Ultimately, people will make choices which harm themselves, whether that involve their diet, smoking, drinking, lack of exercise, sexual activity or pursuit of extreme sports, for that matter. The Government in all these instances rightly takes the line that if these activities are to be pursued, society will ensure that those who pursue them : have access to accurate information about the risks; can access assistance to change their harmful habits should they so wish; are protected by legal standards regime; are taxed accordingly; and – crucially – do not harm other people. Only in the field of drugs does the Government take a different line, and as a direct result, society suffers truly enormous consequences in terms of crime, both petty and organised, and harm to individuals who are criminalised and unprotected in the pursuit of their drug.
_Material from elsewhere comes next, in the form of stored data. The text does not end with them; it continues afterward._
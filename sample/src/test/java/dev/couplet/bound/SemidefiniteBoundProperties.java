package dev.couplet.bound;

import static org.junit.jupiter.api.Assertions.assertTrue;

import dev.couplet.exact.TestForms;
import dev.couplet.exact.TestForms.Regime;
import dev.couplet.form.Qubo;
import net.jqwik.api.ForAll;
import net.jqwik.api.Property;
import net.jqwik.api.constraints.IntRange;

class SemidefiniteBoundProperties {
  @Property(tries = 1500)
  void neverAboveTheMinimum(
      @ForAll Regime regime,
      @ForAll @IntRange(min = 0, max = 10) int size,
      @ForAll @IntRange(min = 1, max = 45) int rounds,
      @ForAll long seed) {
    Qubo form = TestForms.random(regime, size, seed);
    double bound = SemidefiniteBound.standard().rounds(rounds).below(form);
    double minimum = TestForms.minimum(form);
    assertTrue(bound <= minimum, () -> bound + " above " + minimum);
    double more = SemidefiniteBound.standard().rounds(rounds + 1).below(form);
    assertTrue(more <= minimum, () -> more + " above " + minimum);
    assertTrue(bound >= -5 * form.magnitude());
  }
}
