def check_same(claim: Claim, work: Work) -> str:
    """Replay the moves from left; they must end at the very letters of symmetry(right).

    Each move keeps the oriented link that the braid closes to (Markov, 1936), and a symmetry
    acts on the closure as on the word.
    """
    end = replay(claim.left, claim.moves, "move", work)
    if end != apply_symmetry(claim.right, claim.symmetry):
        raise RejectedError(f"the moves do not end at the {claim.symmetry} image of right")
    return f"all {len(claim.moves)} moves hold and lead from left to right"


def check_different(claim: Claim, work: Work) -> str:
    """Recompute both values of each distinction: equal to what is stated, and different."""
    names = []
    for number, item in enumerate(claim.distinctions, 1):
        where = f"distinction {number} ({item.invariant}, {item.symmetry})"
        left = replay(claim.left, item.left_moves, f"{where}: left move", work)
        right = replay(claim.right, item.right_moves, f"{where}: right move", work)
        image = apply_symmetry(right, item.symmetry)
        for side, braid, stated in (("left", left, item.left), ("right", image, item.right)):
            check_value(f"{where}: {side}", item.invariant, braid, stated, work)
        if item.left == item.right:
            raise RejectedError(f"{where}: the two values are equal")
        names.append(item.invariant)
    if not names:
        raise RejectedError("no distinction: nothing is shown to differ")
    return f"the values of {', '.join(names)} are as stated and differ"


def check_value(where: str, invariant: str, braid: Braid, stated: Any, work: Work) -> None:
    """Raise RejectedError unless ``stated`` is the invariant of the closure, in canonical form."""
    form, compute = INVARIANTS[invariant]
    if form and stated != canonical(stated, form):
        raise RejectedError(f"{where}: the value is not in canonical form")
    try:
        value = compute(cyclically_reduced(braid), work)
    except RejectedError as error:
        raise RejectedError(f"{where}: {error}") from None
    if stated != value:
        raise RejectedError(f"{where}: the stated {invariant} is not the recomputed one")


def canonical(value: list[Any], form: int) -> list[Any]:
    """Sorted; in a polynomial no exponent twice and no coefficient zero."""
    if form == 1:
        return sorted(value)
    terms = {tuple(entry[:-1]): entry for entry in value if entry[-1]}
    return [terms[exponents] for exponents in sorted(terms)]


# ---------------------------------------------------------------------------- the moves


def replay(braid: Braid, moves: Sequence[Move], name: str, work: Work) -> Braid:
    """The braid after all moves; raises RejectedError at the first that does not hold."""
    for number, move in enumerate(moves, 1):
        try:
            braid = apply_move(braid, move, work)
        except RejectedError as error:
            raise RejectedError(f"{name} {number} ({move.move}): {error}") from None
    return braid


def apply_move(braid: Braid, move: Move, work: Work) -> Braid:
    """The braid that the move makes of ``braid``; raises RejectedError unless it holds."""
    strands, word = braid
    work.spend(20 + len(word) + len(move.word))
    if move.move == "rewrite":
        check_inside(move.word, strands)
        if not is_equal(strands, move.word, word, work):
            raise RejectedError(
                "the stated word is not equal to the current one in the braid group"
            )
        return Braid(strands, move.word)
    if move.move == "conjugate":
        check_inside(move.by, strands)
        check_inside(move.word, strands)
        if not is_equal(strands, move.by + move.word, word + move.by, work):
            raise RejectedError("the stated word is not equal to the conjugate in the braid group")
        return Braid(strands, move.word)
    if move.move == "stabilize":
        made = Braid(strands + 1, (*word, move.sign * strands))
    elif move.move == "destabilize":
        if word[-1:] != (move.sign * (strands - 1),):  # on one strand: letter 0, in no word
            raise RejectedError("the current word does not end in the letter to be taken away")
        made = Braid(strands - 1, word[:-1])
        check_inside(made.word, made.strands)
    else:
        raise RejectedError("an unknown move")
    if move.strands != made.strands:
        raise RejectedError(f"{move.strands} strands are stated where {made.strands} result")
    if move.word != made.word:
        raise RejectedError("the stated word is not the resulting one, letter by letter")
    return made


def check_inside(word: Iterable[int], strands: int) -> None:
    """Raise RejectedError for a letter that is no generator of the group on ``strands`` strands."""
    for letter in word:
        if not 1 <= abs(letter) < strands:
            raise RejectedError(f"letter {letter} is outside the group on {strands} strands")


# ---------------------------------------------------------------------------- equality


def is_equal(strands: int, first: tuple[int, ...], second: tuple[int, ...], work: Work) -> bool:
    """Whether two words are the same element of the braid group on ``strands`` strands.

    What they have in common is cancelled first, and what remains is shared between both sides:
    x * y^-1 = z holds exactly when x = z * y. So short coordinates stay short.
    """
    quotient = freely_reduced(first + inverse(second))
    half = len(quotient) // 2
    one = coordinates(strands, quotient[:half], work)
    return one == coordinates(strands, inverse(quotient[half:]), work)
I think what was truly depressing about my time in [UK Anti-Drug Co-ordination Unit] was that the overwhelming majority of professionals I met, including those from the police, the health service, government and voluntary sectors held the same view : the illegality of drugs causes far more problems for society and the individual than it solves. Yet publicly, all those intelligent, knowledgeable people were forced to repeat the nonsensical mantra that the Government would be “tough on drugs”, even though they all knew that the Government’s policy was actually causing harm. I recall a conversation I had with a No 10 policy advisor about a series of Whitehall-wide announcements in which we were to emphasise the shift of resources to treatment and highlighting successes in prevention and education. She asked me whether we couldn’t arrange for “a drugs bust in Brighton” at the same time, or “a boat speeding down the Thames to catch smugglers?”. For that advisor, what worked mattered considerably less than what would play well in the Daily Mail. The tragedy of our drugs policy is that it is dictated by tabloid irrationality, and not by reference to evidence.